Graphical Method to Solve LPP (Minimization Problem)

Problem Statement:

Minimize Z = 3x₁ + 4x₂
Subject to the constraints:
x₁ + 2x₂ ≥ 4
3x₁ + 2x₂ ≥ 6
x₁, x₂ ≥ 0 (Non-negativity constraint)

• Step 1: Find the coordinates
  Since the constraints have “≥” signs, the feasible region will be away from the origin.
  To plot the constraints, we first find the points where the lines intersect the axes.
  For the constraint x₁ + 2x₂ ≥ 4:
  • If x₂ = 0, then x₁ = 4, giving the point (4, 0).
  • If x₁ = 0, then x₂ = 2, giving the point (0, 2).
  For the constraint 3x₁ + 2x₂ ≥ 6:
  • If x₂ = 0, then x₁ = 2, giving the point (2, 0).

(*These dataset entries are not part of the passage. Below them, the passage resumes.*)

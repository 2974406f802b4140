import { coprimeBase } from "./coprime-base.js";
import { addTerms, mapTerms, multiplyTerms, oneTerm, selectTerms, type Terms } from "./terms.js";

/**
 * 1/a by conjugations. First over i: 1/a = a* / (a a*). Then over one element b of a coprime base of the roots after the
 * other: with a = u + w, where w gathers the roots that b divides, (u + w)(u − w) = u² − w² no longer holds √b. Each step
 * halves the degree of the field, so it ends at a rational number, which is not zero because no conjugate of a ≠ 0 is.
 *
 * @param a - not zero
 */
export function invertTerms(a: Terms): Terms {
  if (a.im.some((y) => y !== 0n)) {
    const conjugate = mapTerms(a, (re, im) => [re, -im]);
    return multiplyTerms(conjugate, invertTerms(multiplyTerms(a, conjugate)));
  }
  const [root, re] = [a.roots[0] as bigint, a.re[0] as bigint];
  // den / (x √r) = den √r / (x r)
  if (a.roots.length === 1) return oneTerm(a.den, 0n, root, re * root);
  const conjugate = conjugateOver(a, coprimeBase(a.roots)[0] as bigint);
  return multiplyTerms(conjugate, invertTerms(multiplyTerms(a, conjugate)));
}

/**
 * The conjugate over one element b of a coprime base of the roots: √b becomes −√b.
 *
 * @param element - divides each root of `a` once or not at all
 */
export function conjugateOver(a: Terms, element: bigint): Terms {
  return addTerms(
    selectTerms(a, (r) => r % element !== 0n),
    mapTerms(
      selectTerms(a, (r) => r % element === 0n),
      (x, y) => [-x, -y],
    ),
  );
}
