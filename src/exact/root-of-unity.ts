import { GoodBasisError } from "../errors.js";
import { shown } from "../misuse.js";
import { gcdSafe } from "./integer.js";
import { Surd } from "./surd.js";

/** The orders of all roots of unity in the field: cos and sin of 15° are (√6 ± √2)/4, those of 72° need nested roots. */
const ORDER = 24;

/** e^{2πi/24}. */
const PRIMITIVE: Surd = Surd.from("(sqrt(6)+sqrt(2))/4 + i*(sqrt(6)-sqrt(2))/4");

/**
 * e^{2πi k / order} where it lies in the field, that is, where the order in lowest terms divides 24; undefined elsewhere.
 *
 * @param k - a whole number, of either sign
 * @param order - 1, 2, 3, …
 * @throws GoodBasisError `option`
 *
 * @example
 * ```ts
 * import { exactRootOfUnity } from "goodbasis";
 *
 * console.log(exactRootOfUnity(1, 8)?.text(), exactRootOfUnity(1, 10)); // (1+i)/sqrt(2) undefined
 * ```
 */
export function exactRootOfUnity(k: number, order: number): Surd | undefined {
  if (!Number.isSafeInteger(k) || !Number.isSafeInteger(order) || order < 1) {
    const message = `exactRootOfUnity: expected a whole number and an order from 1 on, got ${shown(k)} and ${shown(order)}`;
    throw new GoodBasisError("option", message, { k, order });
  }
  const common = gcdSafe(k, order);
  if (ORDER % (order / common) !== 0) return undefined;
  const turns = (((k / common) * (ORDER / (order / common))) % ORDER) + ORDER;
  return PRIMITIVE.power(turns % ORDER);
}
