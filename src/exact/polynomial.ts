import { GoodBasisError } from "../errors.js";
import { Surd } from "./surd.js";

/** Coefficients by ascending power; the last one is not zero, and the zero polynomial has none. */
export type Polynomial = readonly Surd[];

/** Drops leading zeros. */
export function polynomial(coefficients: readonly Surd[]): Polynomial {
  let length = coefficients.length;
  while (length > 0 && coefficients[length - 1]?.isZero) length--;
  return length === coefficients.length ? coefficients : coefficients.slice(0, length);
}

/** The degree; −1 for zero. */
export function degree(p: Polynomial): number {
  return p.length - 1;
}

/** p(x), by Horner's rule. */
export function evaluate(p: Polynomial, x: Surd): Surd {
  return p.reduceRight((sum, c) => sum.times(x).plus(c), Surd.zero);
}

/** p q. */
export function multiply(p: Polynomial, q: Polynomial): Polynomial {
  if (p.length === 0 || q.length === 0) return [];
  const out: Surd[] = new Array<Surd>(p.length + q.length - 1).fill(Surd.zero);
  for (const [j, a] of p.entries()) {
    for (const [k, b] of q.entries()) out[j + k] = (out[j + k] as Surd).plus(a.times(b));
  }
  return polynomial(out);
}

/** The derivative. */
export function derivative(p: Polynomial): Polynomial {
  return polynomial(p.slice(1).map((c, k) => c.times(k + 1)));
}

/** The same polynomial with leading coefficient 1; zero stays zero. */
export function monic(p: Polynomial): Polynomial {
  const head = p[p.length - 1];
  if (head === undefined || head.equals(1)) return p;
  const inverse = head.inverse();
  return p.map((c) => c.times(inverse));
}

/**
 * Quotient and rest of p / q, the rest of lower degree than q.
 *
 * @throws GoodBasisError `zero-division`
 */
export function divide(p: Polynomial, q: Polynomial): { quotient: Polynomial; rest: Polynomial } {
  const head = q[q.length - 1];
  if (head === undefined) throw new GoodBasisError("zero-division", "divide: the divisor is the zero polynomial");
  const inverse = head.inverse();
  const rest = [...p];
  const quotient: Surd[] = new Array<Surd>(Math.max(0, p.length - q.length + 1)).fill(Surd.zero);
  for (let k = p.length - q.length; k >= 0; k--) {
    const factor = (rest[k + q.length - 1] as Surd).times(inverse);
    quotient[k] = factor;
    if (factor.isZero) continue;
    for (const [j, c] of q.entries()) rest[k + j] = (rest[k + j] as Surd).minus(c.times(factor));
  }
  return { quotient: polynomial(quotient), rest: polynomial(rest) };
}

/** The monic greatest common divisor (Euclid over the field); zero only for zero and zero. */
export function commonDivisor(p: Polynomial, q: Polynomial): Polynomial {
  let [a, b] = [monic(p), monic(q)];
  while (b.length > 0) [a, b] = [b, monic(divide(a, b).rest)];
  return a;
}

/** The monic polynomial with the same roots, each once: p / gcd(p, p′). */
export function squareFreePart(p: Polynomial): Polynomial {
  if (p.length <= 1) return monic(p);
  return monic(divide(p, commonDivisor(p, derivative(p))).quotient);
}

/** The polynomial Π (x − root). */
export function fromRoots(roots: readonly Surd[]): Polynomial {
  return roots.reduce<Polynomial>((p, root) => multiply(p, [root.negate(), Surd.one]), [Surd.one]);
}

  • If x₁ = 0, then x₂ = 3, giving the point (0, 3).
• Step 2: Draw the lines and identify the feasible region
  We now plot the lines x₁ + 2x₂ = 4 and 3x₁ + 2x₂ = 6 using the points found earlier.

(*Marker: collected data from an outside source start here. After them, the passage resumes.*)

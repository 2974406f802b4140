import { contentOf } from "./content.js";
import { bitLength } from "./integer.js";
import { derivative, divide, evaluate, type Polynomial } from "./polynomial.js";
import { Surd } from "./surd.js";

/** A closed interval with rational ends that holds exactly one root; both ends are equal where the root was met exactly. */
export interface RootInterval {
  readonly low: Surd;
  readonly high: Surd;
}

/**
 * All real roots of a polynomial, each in an interval of its own, ascending: Sturm's theorem and bisection.
 *
 * @param p - real coefficients, no double root, not zero
 * @param bits - intervals are made no wider than 2^−bits
 */
export function isolateRealRoots(p: Polynomial, bits: number): RootInterval[] {
  if (p.length <= 1) return [];
  const chain = sturmChain(p);
  const bound = rootBound(p);
  const width = Surd.from(2).power(-bits);
  const found: RootInterval[] = [];
  const split = (low: Surd, below: number, high: Surd, above: number): void => {
    // Sturm: the sign changes lost count the roots with low < root ≤ high
    if (below === above) return;
    if (below - above === 1) {
      found.push(narrow(p, low, high, width));
      return;
    }
    const middle = low.plus(high).over(2);
    const between = signChanges(chain, middle);
    split(low, below, middle, between);
    split(middle, between, high, above);
  };
  const low = bound.negate();
  split(low, signChanges(chain, low), bound, signChanges(chain, bound));
  return found;
}

/** p, p′, and the negative rests of Euclid's algorithm, each divided by a positive number to stay small. */
function sturmChain(p: Polynomial): Polynomial[] {
  const chain: Polynomial[] = [p];
  let [a, b] = [p, scaled(derivative(p))];
  while (b.length > 0) {
    chain.push(b);
    const { rest } = divide(a, b);
    [a, b] = [b, scaled(rest.map((c) => c.negate()))];
  }
  return chain;
}

function scaled(p: Polynomial): Polynomial {
  const inverse = contentOf(p).inverse();
  return p.map((c) => c.times(inverse));
}

function signChanges(chain: readonly Polynomial[], x: Surd): number {
  let changes = 0;
  let before = 0;
  for (const p of chain) {
    const sign = evaluate(p, x).sign();
    if (sign === 0) continue;
    if (before !== 0 && sign !== before) changes++;
    before = sign;
  }
  return changes;
}

/** A power of two above the modulus of every root (Cauchy: 1 + the largest quotient by the leading coefficient). */
function rootBound(p: Polynomial): Surd {
  const inverse = (p[p.length - 1] as Surd).inverse();
  let most = Surd.zero;
  for (const c of p) {
    const size = c.times(inverse);
    const modulus = size.sign() < 0 ? size.negate() : size;
    if (modulus.compare(most) > 0) most = modulus;
  }
  // the sum of moduli of all terms of a real number over its denominator bounds it
  const { roots, re, den } = most.terms;
  const bits = roots.reduce((sum, root, k) => Math.max(sum, bitLength(re[k] as bigint) + bitLength(root)), 0);
  return Surd.from(2).power(Math.max(0, bits - bitLength(den) + 1) + bitLength(BigInt(roots.length)) + 1);
}

/** Halves an interval (low, high] with one root until it is narrow. */
function narrow(p: Polynomial, from: Surd, to: Surd, width: Surd): RootInterval {
  let [low, high] = [from, to];
  const signAtHigh = evaluate(p, high).sign();
  if (signAtHigh === 0) return { low: high, high };
  while (high.minus(low).compare(width) > 0) {
    const middle = low.plus(high).over(2);
    const sign = evaluate(p, middle).sign();
    if (sign === 0) return { low: middle, high: middle };
    if (sign === signAtHigh) high = middle;
    else low = middle;
  }
  return { low, high };
}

  The feasible region in this case will be above both lines (away from the origin), as the constraints are in the form of “≥”.
  The common area between the two constraints will give us the feasible region where both constraints are satisfied.
  
• Step 3: Identify the corner points of the feasible region
  Just like in the maximization case, the optimal solution for a minimization problem also lies at one of the corner points (vertices) of the feasible region.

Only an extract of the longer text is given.